蘇錦心裏無數只烏鴉飛過,耳朵聽到小姑娘毫不遲疑的回答:“哎。打今兒起,我就叫蘇麻喇姑。蘇麻喇姑謝婆婆賜名。”
“那這個丫頭呢?”太後轉向蘇錦,“婆婆給你想個好聽的名兒?叫什麼好呢?”太後盯着蘇錦的眼睛思索着,忽的叫道:“哎,有了。丫頭的眼球漆黑如墨,眼仁又純白如雪,不如就叫墨兒吧?”自個兒試着唸了幾遍,又搖頭否定:“墨兒不好,不若將兒改爲爾,墨爾,墨爾,蘇墨爾如何?也算是跟蘇麻喇姑一個姓氏了。”
蘇錦的心咚的沉底,原來太後的取名水平也不怎麼好:一個是麻布,一個是碳條,還都是人家蘇麻喇姑的名字!心裏無限怨念,臉上做感激涕零狀,嘴中甜甜脆脆道:“哎,蘇墨爾謝婆婆賜名。”
“你們喜歡嗎?”太後問道。
“喜歡。”姐妹倆異口同聲,嬌聲答道。
太後大喜,道:“蘇麻,墨爾,你們以後就住在這兒,把這兒當成自己的家,成嗎?”
“成。”姐妹倆歡喜答應。跟着太後比跟着後妃安全多了。這位太後可是歷經三朝不倒的女強人,大樹底下好乘涼啊!
太後見狀高興,又說起自己的得意孫子三阿哥玄燁。交待二人既要把玄燁當主子伺候,又要把玄燁當弟弟疼愛。
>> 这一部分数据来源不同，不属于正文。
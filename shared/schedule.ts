/**
 * One schedule for the bake day: every mix (one weigh-out card each) on a mixer, dividing and shaping on the
 * crew, the shaped pans in oven loads on the ovens, cooling, all worked backwards from dispatch less the
 * packing time, so that no mixer, oven or the crew is booked twice at once.
 *
 * Pure: no I/O. Inside, instants are epoch minutes; the bakery's IANA zone (through luxon) decides dispatch,
 * the shift start and the offsets written into the ISO instants that come out.
 *
 * The model, in the baker's words:
 * - A dough's mixes are the weigh-out cards (planDough splits it by the largest mixer). Each mix is one mix
 *   step on one mixer that holds it; the paste is cooked and cooled for that mix and goes in at its start.
 *   Steps that stay in the bowl right after mixing (a rest before kneading, kneading) keep the mixer busy.
 * - Each mix's dough is bulk fermented and divided as one; its pans are shaped in portions, one per oven load
 *   they go into, so each portion's proof ends as its load goes in.
 * - One oven load = pans that fit one oven's usable shelf area (or its named pan slots, each pan in a slot it
 *   fits) at one temperature and bake time. Loading and unloading take the oven's own minutes; a load at a
 *   different temperature from the next one on that oven leaves the oven's temperature-change time between.
 * - The crew works as one team: dividing and shaping take person-minutes per piece (and per pan for panning),
 *   divided by the people on the shift; one such step at a time.
 * - Cooling follows the bake (per product); every cooling ends by dispatch less the packing time.
 * - A formula set to retard overnight is mixed and shaped the day before; the shaped pans go into the retarder
 *   and are proofed and baked from it (common practice, no source: about 2–4 °C for 8–16 h).
 * Where a resource is busy, a step moves earlier and the resting step after it runs longer (said in its note).
 * The schedule is the latest one this greedy placement finds; if it starts before the shift, the plan names
 * the first step that does and by how much, and offers the earlier start.
 */
import { DateTime, type Zone } from "luxon";
import { formatAtOwnOffset, localeOr } from "./format";
import { STEP_LABELS, type StepKind, type StepSpec } from "./production";

// ---- inputs ------------------------------------------------------------------------------------

export interface MixerSpec {
  id: number;
  name: string;
  /** Dough per batch, kg. */
  capacityKg: number;
}

export type OvenCapacity =
  /** Usable shelf area of one load, cm²: the pans' footprints (length × width) must add up to no more. */
  | { kind: "area"; areaCm2: number }
  /** Named pan slots of one load: one pan per slot, and the pan must fit the slot (either way round). */
  | { kind: "slots"; slots: string[]; slotLengthMm: number; slotWidthMm: number };

export interface OvenSpec {
  id: number;
  name: string;
  capacity: OvenCapacity;
  /** Minutes to bring the oven from one load's temperature to a different one. */
  tempChangeMinutes: number;
  loadMinutes: number;
  unloadMinutes: number;
}

export interface CrewSpec {
  /** People on the shift who divide and shape. */
  people: number;
  /** Person-minutes to divide and round one piece (0: the formula's divide minutes per mix). */
  divideMinutesPerPiece: number;
  /** Person-minutes to shape one piece. */
  shapeMinutesPerPiece: number;
  /** Person-minutes to fill and set out one pan. */
  panMinutesPerPan: number;
}

export interface BakehouseResources {
  mixers: MixerSpec[];
  ovens: OvenSpec[];
  crew: CrewSpec;
  /** Minutes to pack and load the vans: the last cooling ends at least this long before dispatch. */
  packingMinutes: number;
  /** "03:00": when the shift starts, bakery time, the last such time before dispatch. */
  shiftStart: string;
}

export interface ScheduleFormula {
  id: number;
  name: string;
  steps: StepSpec[];
  /** Hours in the retarder when this dough is retarded overnight; null for a same-day schedule. */
  retardHours: number | null;
}

export interface ScheduleProduct {
  productId: number;
  name: string;
  formulaId: number | null;
  pans: number;
  pieces: number;
  pieceGrams: number;
  panLengthMm: number;
  panWidthMm: number;
  /** The product's own bake and cool; null takes the formula's bake step and cool step. */
  bakeTempC: number | null;
  bakeMinutes: number | null;
  coolMinutes: number | null;
}

export interface ScheduleMix {
  formulaId: number;
  /** 1-based, as on the weigh-out card. */
  index: number;
  doughGrams: number;
}

export interface ScheduleInput {
  /** The delivery date, YYYY-MM-DD. */
  date: string;
  timeZone: string;
  /** The bakery's locale for the times in notes and conflicts (shared/format.ts); en-US when left out. */
  locale?: string;
  /** "06:30", bakery time on the delivery date. */
  dispatchTime: string;
  resources: BakehouseResources;
  formulas: ScheduleFormula[];
  products: ScheduleProduct[];
  mixes: ScheduleMix[];
}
又一個大靠山。學過歷史的人都知道,三阿哥玄燁八歲登基稱帝,這位康熙爺可是活到古稀之年的長壽皇帝。與康熙爺親梅竹馬長大,未來的人生有保障啊。
兩姐妹自是爽快應下。蘇錦惦記着紫寰仙子說的報恩,有些心不在焉,好在太後沒再問話,只讓姐妹倆侍立在一旁。
佟妃似乎有些着急,不停的來回走動,時不時往門外瞅一眼。千盼萬盼,有小宮女帶來文華殿廷試結束的消息,忙問起兒子玄燁的。
那宮女卻稟道三阿哥被抬往承乾宮了。
蘇錦眼觀鼻、鼻觀心的站着,聽佟妃向太後哭訴鄂貴妃搶她的兒子。鄂貴妃是個奇人,此女以寡婦之身奪得帝王寵愛,使順治不顧禮法執意封其爲妃。成爲皇妃後,董鄂氏的等級跟坐火箭似的飛快飆升到皇貴妃之位。若不是太後尚在,子孫孝道壓着,順治估計直接把董鄂氏封後了。紅顏禍水啊!蘇錦嘖嘖嘆一句。
太後終於被佟妃一句“您的親生骨肉皇上也會深陷承乾宮”惹怒了,立刻讓人擺駕承乾宮。順治是她愛子,玄燁是她愛孫,她當然不能坐視他們被鄂妃奪走。
一行人聲勢浩大的到了承乾宮。
鄂貴妃穿着月白襖子,顫巍巍的跪在殿門口請安。佟妃見不慣鄂貴妃嬌弱的模樣,忍不住諷刺幾句,被太後喝止了。
蘇錦覷了佟妃一眼,她的兒子在這裏睡着,竟有心情與女人爭寵。收回視線瞧向玄燁,他躺在九龍塌上,蓋着明黃色的錦被,只露出紅彤彤的一張小臉,上面有幾個水泡。
太後疼愛的給孫兒壓壓被子,叫蘇錦姐妹過來介紹玄燁。弟弟和主子,多麼糾結的關係啊。蘇錦姐妹向前給新主子行禮。
蘇麻見玄燁不答,好奇的抬頭去瞧,突然叫道:“天花!”
蘇錦眉心一跳,猛的後退一步,看似是被蘇麻的話驚到了,其實是因爲幽篁居的熊貓正跳着腳不停叫嚷着:“這是主人的救命恩人,蘇錦你快救他!快點啊!”